WHAT YOU WILL DO: Could you set down every record exactly as it appears?

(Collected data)

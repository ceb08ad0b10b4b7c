import type { RasterGrid } from "../surface/raster";
import { toGridFrame, type CellGrid } from "./cell-grid";
import { workLimitBounds, type ProjectedMultiPolygon } from "./work-limit";

/**
 * Which raster nodes lie inside the work limit (1) and which outside (0). A scanline fill: for
 * each raster row the crossings of every ring edge with the row's centre line are collected
 * (compressed per row, no per-node work), sorted, and the spans between pairs filled — the even-odd
 * rule, so holes and several polygons come out right.
 */
export function workLimitMask(limit: ProjectedMultiPolygon, grid: RasterGrid): Uint8Array {
  const { originX, originY, spacing, cols, rows } = grid;
  const mask = new Uint8Array(cols * rows);
  const rowY = (row: number) => originY + (row + 0.5) * spacing;

  // First pass counts the crossings per row, second pass stores them (compressed sparse rows).
  const crossingsPerRow = new Uint32Array(rows + 1);
  const forEachEdge = (visit: (x1: number, y1: number, x2: number, y2: number) => void) => {
    for (const polygon of limit) {
      for (const ring of polygon) {
        for (let current = 0, previous = ring.length - 1; current < ring.length; previous = current++) {
          visit(ring[previous][0], ring[previous][1], ring[current][0], ring[current][1]);
        }
      }
    }
  };
  const rowRange = (y1: number, y2: number): [number, number] => {
    const low = Math.min(y1, y2);
    const high = Math.max(y1, y2);
    // Rows whose centre y satisfies low ≤ y < high (half-open, so a vertex is counted once).
    const first = Math.max(0, Math.ceil((low - originY) / spacing - 0.5));
    const last = Math.min(rows - 1, Math.ceil((high - originY) / spacing - 0.5) - 1);
    return [first, last];
  };
  forEachEdge((x1, y1, x2, y2) => {
    if (y1 === y2) return;
    const [first, last] = rowRange(y1, y2);
    for (let row = first; row <= last; row++) {
      const y = rowY(row);
      if (y >= Math.min(y1, y2) && y < Math.max(y1, y2)) crossingsPerRow[row + 1]++;
    }
  });
  for (let row = 0; row < rows; row++) crossingsPerRow[row + 1] += crossingsPerRow[row];
  const crossings = new Float64Array(crossingsPerRow[rows]);
  const filled = crossingsPerRow.slice(0, rows);
  forEachEdge((x1, y1, x2, y2) => {
    if (y1 === y2) return;
    const [first, last] = rowRange(y1, y2);
    for (let row = first; row <= last; row++) {
      const y = rowY(row);
      if (y >= Math.min(y1, y2) && y < Math.max(y1, y2)) crossings[filled[row]++] = x1 + ((y - y1) * (x2 - x1)) / (y2 - y1);
    }
  });

  for (let row = 0; row < rows; row++) {
    const rowCrossings = crossings.subarray(crossingsPerRow[row], crossingsPerRow[row + 1]).sort();
    for (let pair = 0; pair + 1 < rowCrossings.length; pair += 2) {
      // Nodes whose centre x lies in [left, right).
      const first = Math.max(0, Math.ceil((rowCrossings[pair] - originX) / spacing - 0.5));
      const last = Math.min(cols - 1, Math.ceil((rowCrossings[pair + 1] - originX) / spacing - 0.5) - 1);
      mask.fill(1, row * cols + first, row * cols + last + 1);
    }
  }
  return mask;
}

/**
 * The cell each raster node belongs to (by the node's centre), or −1 for nodes outside the work
 * limit or the cell grid. Computed once per project set-up and shared by every surface.
 */
export function nodeCells(cellGrid: CellGrid, grid: RasterGrid, mask: Uint8Array): Int32Array {
  const { cols, rows, spacing } = grid;
  const assignment = new Int32Array(cols * rows).fill(-1);
  const inverseCell = 1 / cellGrid.cellSize;
  // Step through the grid frame incrementally: moving one node east or north is a fixed step in (u, v).
  const [u0, v0] = toGridFrame(cellGrid, grid.originX + 0.5 * spacing, grid.originY + 0.5 * spacing);
  const [uEast, vEast] = toGridFrame(cellGrid, cellGrid.originX + spacing, cellGrid.originY);
  const [uNorth, vNorth] = toGridFrame(cellGrid, cellGrid.originX, cellGrid.originY + spacing);
  for (let row = 0; row < rows; row++) {
    const rowOffset = row * cols;
    for (let col = 0; col < cols; col++) {
      const node = rowOffset + col;
      if (mask[node] === 0) continue;
      const u = u0 + col * uEast + row * uNorth;
      const v = v0 + col * vEast + row * vNorth;
      const cellCol = Math.floor(u * inverseCell) - cellGrid.firstCol;
      const cellRow = Math.floor(v * inverseCell) - cellGrid.firstRow;
      if (cellCol >= 0 && cellCol < cellGrid.cols && cellRow >= 0 && cellRow < cellGrid.rows) {
        assignment[node] = cellRow * cellGrid.cols + cellCol;
      }
    }
  }
  return assignment;
}

/**
 * Each cell's area inside the work limit (project length unit squared), measured on the raster:
 * in-limit nodes × spacing². Measuring it on the same nodes that carry the volumes keeps coverage
 * (surveyed nodes ÷ in-limit nodes) an honest share between 0 and 1.
 */
export function cellAreasInWorkLimit(cellGrid: CellGrid, grid: RasterGrid, assignment: Int32Array): Float64Array {
  const areas = new Float64Array(cellGrid.cols * cellGrid.rows);
  const pixelArea = grid.spacing * grid.spacing;
  for (let node = 0; node < assignment.length; node++) {
    const cell = assignment[node];
    if (cell >= 0) areas[cell] += pixelArea;
  }
  return areas;
}

/** The raster grid over the limit, aligned with the cell grid when it is not rotated so pixels do not straddle cell lines. */
export function rasterGridFor(workLimit: ProjectedMultiPolygon, cellGrid: CellGrid, resolution: number): RasterGrid {
  const bounds = workLimitBounds(workLimit);
  const anchorX = cellGrid.rotationDegrees === 0 ? cellGrid.originX : bounds.minX;
  const anchorY = cellGrid.rotationDegrees === 0 ? cellGrid.originY : bounds.minY;
  const firstCol = Math.floor((bounds.minX - anchorX) / resolution + 1e-9);
  const firstRow = Math.floor((bounds.minY - anchorY) / resolution + 1e-9);
  const lastCol = Math.ceil((bounds.maxX - anchorX) / resolution - 1e-9);
  const lastRow = Math.ceil((bounds.maxY - anchorY) / resolution - 1e-9);
  return {
    originX: anchorX + firstCol * resolution,
    originY: anchorY + firstRow * resolution,
    spacing: resolution,
    cols: Math.max(1, lastCol - firstCol),
    rows: Math.max(1, lastRow - firstRow),
  };
}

ANSWER TO THIS TASK:
repository ceb08ad0b10b4b7c
import type { RasterGrid } from "../surface/raster";
import { toGridFrame, type CellGrid } from "./cell-grid";
import { workLimitBounds, type ProjectedMultiPolygon } from "./work-limit";

/**
 * Which raster nodes lie inside the work limit (1) and which outside (0). A scanline fill: for
 * each raster row the crossings of every ring edge with the row's centre line are collected
 * (compressed per row, no per-node work), sorted, and the spans between pairs filled — the even-odd
 * rule, so holes and several polygons come out right.
 */
export function workLimitMask(limit: ProjectedMultiPolygon, grid: RasterGrid): Uint8Array {
  const { originX, originY, spacing, cols, rows } = grid;
  const mask = new Uint8Array(cols * rows);
  const rowY = (row: number) => originY + (row + 0.5) * spacing;

  // First pass counts the crossings per row, second pass stores them (compressed sparse rows).
  const crossingsPerRow = new Uint32Array(rows + 1);
  const forEachEdge = (visit: (x1: number, y1: number, x2: number, y2: number) => void) => {
    for (const polygon of limit) {
      for (const ring of polygon) {
        for (let current = 0, previous = ring.length - 1; current < ring.length; previous = current++) {
          visit(ring[previous][0], ring[previous][1], ring[current][0], ring[current][1]);
        }
      }
    }
  };
  const rowRange = (y1: number, y2: number): [number, number] => {
    const low = Math.min(y1, y2);
    const high = Math.max(y1, y2);
    // Rows whose centre y satisfies low ≤ y < high (half-open, so a vertex is counted once).
    const first = Math.max(0, Math.ceil((low - originY) / spacing - 0.5));
    const last = Math.min(rows - 1, Math.ceil((high - originY) / spacing - 0.5) - 1);
    return [first, last];
  };
  forEachEdge((x1, y1, x2, y2) => {
    if (y1 === y2) return;
    const [first, last] = rowRange(y1, y2);
    for (let row = first; row <= last; row++) {
      const y = rowY(row);
      if (y >= Math.min(y1, y2) && y < Math.max(y1, y2)) crossingsPerRow[row + 1]++;
    }
  });
  for (let row = 0; row < rows; row++) crossingsPerRow[row + 1] += crossingsPerRow[row];
  const crossings = new Float64Array(crossingsPerRow[rows]);
  const filled = crossingsPerRow.slice(0, rows);
  forEachEdge((x1, y1, x2, y2) => {
    if (y1 === y2) return;
    const [first, last] = rowRange(y1, y2);
    for (let row = first; row <= last; row++) {
      const y = rowY(row);
      if (y >= Math.min(y1, y2) && y < Math.max(y1, y2)) crossings[filled[row]++] = x1 + ((y - y1) * (x2 - x1)) / (y2 - y1);
    }
  });

  for (let row = 0; row < rows; row++) {
    const rowCrossings = crossings.subarray(crossingsPerRow[row], crossingsPerRow[row + 1]).sort();
    for (let pair = 0; pair + 1 < rowCrossings.length; pair += 2) {
      // Nodes whose centre x lies in [left, right).
      const first = Math.max(0, Math.ceil((rowCrossings[pair] - originX) / spacing - 0.5));
      const last = Math.min(cols - 1, Math.ceil((rowCrossings[pair + 1] - originX) / spacing - 0.5) - 1);
      mask.fill(1, row * cols + first, row * cols + last + 1);
    }
  }
  return mask;
}

/**
 * The cell each raster node belongs to (by the node's centre), or −1 for nodes outside the work
 * limit or the cell grid. Computed once per project set-up and shared by every surface.
 */
export function nodeCells(cellGrid: CellGrid, grid: RasterGrid, mask: Uint8Array): Int32Array {
  const { cols, rows, spacing } = grid;
  const assignment = new Int32Array(cols * rows).fill(-1);
  const inverseCell = 1 / cellGrid.cellSize;
  // Step through the grid frame incrementally: moving one node east or north is a fixed step in (u, v).
  const [u0, v0] = toGridFrame(cellGrid, grid.originX + 0.5 * spacing, grid.originY + 0.5 * spacing);
  const [uEast, vEast] = toGridFrame(cellGrid, cellGrid.originX + spacing, cellGrid.originY);
  const [uNorth, vNorth] = toGridFrame(cellGrid, cellGrid.originX, cellGrid.originY + spacing);
  for (let row = 0; row < rows; row++) {
    const rowOffset = row * cols;
    for (let col = 0; col < cols; col++) {
      const node = rowOffset + col;
      if (mask[node] === 0) continue;
      const u = u0 + col * uEast + row * uNorth;
      const v = v0 + col * vEast + row * vNorth;
      const cellCol = Math.floor(u * inverseCell) - cellGrid.firstCol;
      const cellRow = Math.floor(v * inverseCell) - cellGrid.firstRow;
      if (cellCol >= 0 && cellCol < cellGrid.cols && cellRow >= 0 && cellRow < cellGrid.rows) {
        assignment[node] = cellRow * cellGrid.cols + cellCol;
      }
    }
  }
  return assignment;
}

/**
 * Each cell's area inside the work limit (project length unit squared), measured on the raster:
 * in-limit nodes × spacing². Measuring it on the same nodes that carry the volumes keeps coverage
 * (surveyed nodes ÷ in-limit nodes) an honest share between 0 and 1.
 */
export function cellAreasInWorkLimit(cellGrid: CellGrid, grid: RasterGrid, assignment: Int32Array): Float64Array {
  const areas = new Float64Array(cellGrid.cols * cellGrid.rows);
  const pixelArea = grid.spacing * grid.spacing;
  for (let node = 0; node < assignment.length; node++) {
    const cell = assignment[node];
    if (cell >= 0) areas[cell] += pixelArea;
  }
  return areas;
}

/** The raster grid over the limit, aligned with the cell grid when it is not rotated so pixels do not straddle cell lines. */
export function rasterGridFor(workLimit: ProjectedMultiPolygon, cellGrid: CellGrid, resolution: number): RasterGrid {
  const bounds = workLimitBounds(workLimit);
  const anchorX = cellGrid.rotationDegrees === 0 ? cellGrid.originX : bounds.minX;
  const anchorY = cellGrid.rotationDegrees === 0 ? cellGrid.originY : bounds.minY;
  const firstCol = Math.floor((bounds.minX - anchorX) / resolution + 1e-9);
  const firstRow = Math.floor((bounds.minY - anchorY) / resolution + 1e-9);
  const lastCol = Math.ceil((bounds.maxX - anchorX) / resolution - 1e-9);
  const lastRow = Math.ceil((bounds.maxY - anchorY) / resolution - 1e-9);
  return {
    originX: anchorX + firstCol * resolution,
    originY: anchorY + firstRow * resolution,
    spacing: resolution,
    cols: Math.max(1, lastCol - firstCol),
    rows: Math.max(1, lastRow - firstRow),
  };
}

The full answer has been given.